While not wanting to be guilty of provincial parochialism, I fail to see how anyone can look at this year’s list of the Prolific North Top 50 PR Agencies and not feel a sense of pride at how robustly the North’s agency roster stands up against what’s on offer south of the Watford Gap.

A look at some of the clients being serviced by agencies throughout the list – Aldi, Wilkinsons, British Gas, Cussons, B&Q, Asda, Specsavers – confirms how comfortable big brands are with spending their retainers in the north.

BaO2EiuCEAEsqzh.png largeI have been asked on more than one occasion why theEword has chosen to partner with Prolific North, Mustard Research and Barclays on the unveiling of this list, but the answer for me is simple: it is because of the growing convergence between the fields of PR and digital marketing and the mutual benefits to be enjoyed by agencies on both sides who embrace each other and each other’s skillsets and methodologies.

It makes us not just good bedfellows but perfect soulmates and life partners. And I know from first-hand experience that some of the agencies performing best in this list are the ones doing the most to adapt what they do for the digital and social era.

When last year’s list was launched, I wrote how the growing influence of content and storytelling on organic search rankings was playing into the hands of PR agencies, whose job it has always been to get clients noticed. Today, a large part of brands’ online success comes from how visible and noteworthy they are to audiences using search and social media channels.

Over the past 12 months, this shift in industry dynamics has become even more pronounced and established, especially as successive Google updates have rendered ineffective the old shortcuts to online visibility.

In a talk at this year’s CIPR Northern Conference, I proposed that the tables had turned – that PRs should ask not what their SEO can do for them, but what they can do for their SEO.

Indeed, the topic about which I was invited to speak was ‘How PR can affect your SEO’ – an indicator of the changing relationship these two disciplines have experienced and a far cry from the dialogue of the previous few years, which has consistently posed the question in reverse.

While awareness and noteworthiness are key, online success cannot be achieved by a combination of fluff and stunts alone.

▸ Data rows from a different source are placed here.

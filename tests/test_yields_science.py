"""The yield logic checked by hand: transits that occur in the mission years, hours per
transit, and the aperture scaling of the engine's answer.

A planet counts for a design when its status is ok, its transits needed N are at
most ``max_transits`` and at most the transits that occur in the design's years,
and N times the hours per transit is within the design's hours
(snrkit.planning.yields.chunk.reached_mask).
"""

import math
import warnings

import numpy as np
import pytest
from hypothesis import example, given, settings, strategies as st

from snrkit.engine.transits import transits_for_system
from snrkit.photons.instruments import load_mode
from snrkit.planning.catalog import catalogue_from_table
from snrkit.planning.population import generate_block
from snrkit.planning.yields import population_yields
from snrkit.planning.yields.chunk import YEAR_S, reached_mask
from snrkit.planning.yields.designs import build_mode, design_from_text

MODE = "cold6m-prism-lowres"
R_SUN_M = 6.957e8        # IAU 2015 Resolution B3 nominal solar radius (Prsa et al. 2016, AJ 152, 41)
R_EARTH_M = 6.3781e6     # IAU 2015 Resolution B3 nominal equatorial Earth radius (same source)
AU_M = 1.495978707e11    # IAU 2012 Resolution B2
DAY_H = 24.0


def _t14_hours(period_d, a_au, rs_sun, rp_earth, b):
    """Total transit duration of a circular orbit, Winn 2010 ("Transits and Occultations",
    in Exoplanets, ed. Seager), eq. 14: T14 = P/pi asin[(Rs/a) sqrt((1 + k)^2 - b^2) / sin i],
    with cos i = b Rs / a (eq. 7 for e = 0)."""
    rs_a = rs_sun * R_SUN_M / (a_au * AU_M)
    k = rp_earth * R_EARTH_M / (rs_sun * R_SUN_M)
    sin_i = math.sqrt(1.0 - (b * rs_a) ** 2)
    return period_d * DAY_H / math.pi * math.asin(rs_a * math.sqrt((1 + k) ** 2 - b ** 2) / sin_i)


@pytest.fixture(scope="module")
def tiny(tmp_path_factory):
    """Twelve invented planets on circular orbits, one design with both budgets."""
    pop = generate_block(7, 0)[:12]
    pop["eccentricity"] = 0.0
    out = tmp_path_factory.mktemp("tiny")
    with warnings.catch_warnings():
        warnings.simplefilter("ignore")   # the engine's own notes (SnrkitWarning) are not checked here
        population_yields(pop, design_texts=["name=d,aperture_m=8,years=0.5,hours=40"], mode=MODE,
                          scenarios=["h2-metal-rich"], resolution=10, scheduler="in-process",
                          out_dir=out)
    import pyarrow.parquet as pq
    rows = pq.read_table(out / "planets").to_pandas().sort_values("row").reset_index(drop=True)
    return pop, rows


def test_transits_in_the_mission_years_by_hand(tiny):
    """floor(Y * 365.25 d / P): the Julian year of 365.25 d (IAU), every transit taken
    (no observability fraction; the design docstring calls it an upper bound)."""
    pop, rows = tiny
    for i in range(len(pop)):
        hand = min(math.floor(0.5 * 365.25 / float(pop["period_days"][i])), 500)
        assert int(rows["transits_available"][i]) == hand


def test_hours_per_transit_by_hand(tiny):
    """hours = N (T14 + baseline + overhead): baseline = T14 (the engine's default out-of-
    transit time, common practice, no source) and 1 h of overhead per visit
    (DEFAULT_OVERHEAD_HOURS, common practice, no source); T14 from Winn 2010 eq. 14."""
    pop, rows = tiny
    ok = rows["transits_needed"] > 0
    assert ok.sum() >= 6
    for i in np.flatnonzero(ok):
        t14 = _t14_hours(float(pop["period_days"][i]), float(pop["semi_major_axis_au"][i]),
                         float(pop["host_radius_sun"][i]), float(pop["planet_radius_earth"][i]),
                         float(pop["impact_parameter"][i]))
        n = int(rows["transits_needed"][i])
        assert float(rows["hours_total"][i]) == pytest.approx(n * (2 * t14 + 1.0), rel=1e-6)
    # reached: status ok, N within the transits available and the hours within 40
    hand = ((rows["status"] == "ok") & ok & (rows["transits_needed"] <= rows["transits_available"])
            & (rows["hours_total"].fillna(np.inf) <= 40))
    assert rows["reached"].tolist() == hand.tolist()
    assert 0 < hand.sum() < ok.sum()          # the budgets cut some planets, not all


@settings(max_examples=60, deadline=None)
@given(st.floats(0.2, 500.0), st.floats(0.01, 10.0))
@example(0.20000000000000004, 1.6)      # L/P a hair below 2922: the least count is 2921
def test_transits_available_are_those_that_occur_whatever_the_phase(period_d, years):
    """Counting mid-transit times t0 + k P inside [0, L) for phases t0 in [0, P): the count
    is floor(L/P) or floor(L/P) + 1 (mean L/P); the yield takes the smaller, floor(L/P),
    which every phase guarantees.  The phases with the smaller count fill a window of
    width (ceil(L/P) - L/P) P just below P, which sampled phases can miss, so the exact
    floor is taken from the ratio itself (in exact arithmetic on the same floats); where
    L/P lies within 1e-9 of a whole number, a transit at the very end of the mission,
    rounding may give either."""
    from fractions import Fraction
    length = years * 365.25
    phases = period_d * np.append(np.linspace(0.0, 1.0, 64, endpoint=False), 1.0 - 1e-9)
    counts = np.ceil((length - phases) / period_d).astype(int)     # k = 0 .. ceil(...) - 1
    _, avail = reached_mask(np.array(["ok"]), np.array([1]), np.array([1.0]),
                            np.array([period_d * 86400.0]), 10**9, years=years)
    ratio = Fraction(years) * Fraction(365.25) / Fraction(period_d)
    whole = round(ratio)
    if abs(float(ratio - whole)) < 1e-9 * float(ratio):
        assert int(avail[0]) in (whole - 1, whole)
    else:
        assert int(avail[0]) == math.floor(ratio)
    # every sampled phase gets at least that many, and at most one more
    assert counts.min() >= avail[0] and counts.max() <= avail[0] + 1
    assert counts.max() - counts.min() <= 1
    assert counts.mean() == pytest.approx(length / period_d, abs=1.0)
    assert YEAR_S == 365.25 * 86400.0


def _faint(pop, rows, dm):
    t = pop[rows].copy()
    for band in ("V", "J", "H", "Ks"):
        t[f"host_mag_{band}"] += dm
    return catalogue_from_table(t).system


def test_transits_needed_scale_as_the_inverse_square_of_the_aperture():
    """Derivation: one transit collects S = F A t photons, A = pi D^2 / 4 (minus the same
    obscured fraction).  Photon-limited, sigma_1^2 = (1 - delta)^2 (1/N_in + 1/N_out) ~ 1/A,
    so the per-transit Delta chi^2_1 = sum (signal / sigma_1)^2 ~ A ~ D^2.  With no floor,
    N stacked transits give Delta chi^2(N) = N Delta chi^2_1 (independent transits), and the
    transits needed for Z = sqrt(Delta chi^2) (Cowan et al. 2011, Eur. Phys. J. C 71, 1554)
    are N = ceil(Z^2 / Delta chi^2_1) ~ D^-2: N(D1) / N(D2) = (D2 / D1)^2.  Read noise and dark
    add a variance r that does not grow with A: Delta chi^2_1(4A) / Delta chi^2_1(A)
    = 16 (A s + r) / (4 A s + r) >= 4, equal to 4 when r -> 0, so faint hosts (same readout
    at both apertures, checked) keep it within a few percent.  The floor is a fraction of
    the depth, unchanged by the aperture: with it, the ratio falls below 4."""
    pop = generate_block(7, 0)
    system = _faint(pop, [3, 10], 6.0)            # J about 17: 100 groups, no bin saturated
    per, need = {}, {}
    base = load_mode(MODE)
    for d in (6.0, 12.0):
        for floor in (0, None):
            text = f"aperture_m={d}" + (",floor_ppm=0" if floor == 0 else "")
            mode, _ = build_mode(design_from_text(text, MODE))
            assert mode.floor_ppm == (0.0 if floor == 0 else base.floor_ppm)   # floor unchanged
            with warnings.catch_warnings():
                warnings.simplefilter("ignore")   # the engine's notes are not checked here
                recs = transits_for_system(system, mode, "h2-clear-solar", resolution=10,
                                           probabilities=(), n_max=100000, sigma=20.0)["planets"]
            assert [r["status"] for r in recs] == ["ok", "ok"]
            assert [r["bins_saturated"] for r in recs] == [0, 0]
            per[d, floor] = np.array([r["delta_chi2_per_transit"] for r in recs])
            need[d, floor] = np.array([r["transits_needed"] for r in recs])
            groups = [r["groups_per_integration"] for r in recs]
            assert groups == per.setdefault(("groups", floor), groups)     # same readout
    ratio = per[12.0, 0] / per[6.0, 0]
    np.testing.assert_allclose(ratio, (12.0 / 6.0) ** 2, rtol=0.03)
    assert np.all(ratio >= 4.0 * (1 - 1e-9))          # read noise only raises it (see above)
    # N = ceil(Z^2 / Delta chi^2_1) at sigma = 20, and N(6 m) / N(12 m) = 4 up to the ceiling
    for d in (6.0, 12.0):
        np.testing.assert_array_equal(need[d, 0], np.ceil(400.0 / per[d, 0]))
    assert np.all(need[6.0, 0] > 100)
    np.testing.assert_allclose(need[6.0, 0] / need[12.0, 0], 4.0, rtol=0.06)
    # with the mode's floor the aperture helps less (the floor does not shrink with D)
    assert np.all(per[12.0, None] / per[6.0, None] < ratio)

Campaigns ought still to have a solid technical foundation – fast, cleanly coded websites, optimised, relevant content, simple conversion paths – as their bedrock, something which the 74% of PR agencies who, according to the PRCA, are now offering organic search services would do well to remember.

It is these areas in which PR agencies can still get a great deal of value from digital partners and which will ensure the most collaborative relationships remain mutually beneficial for many years to come.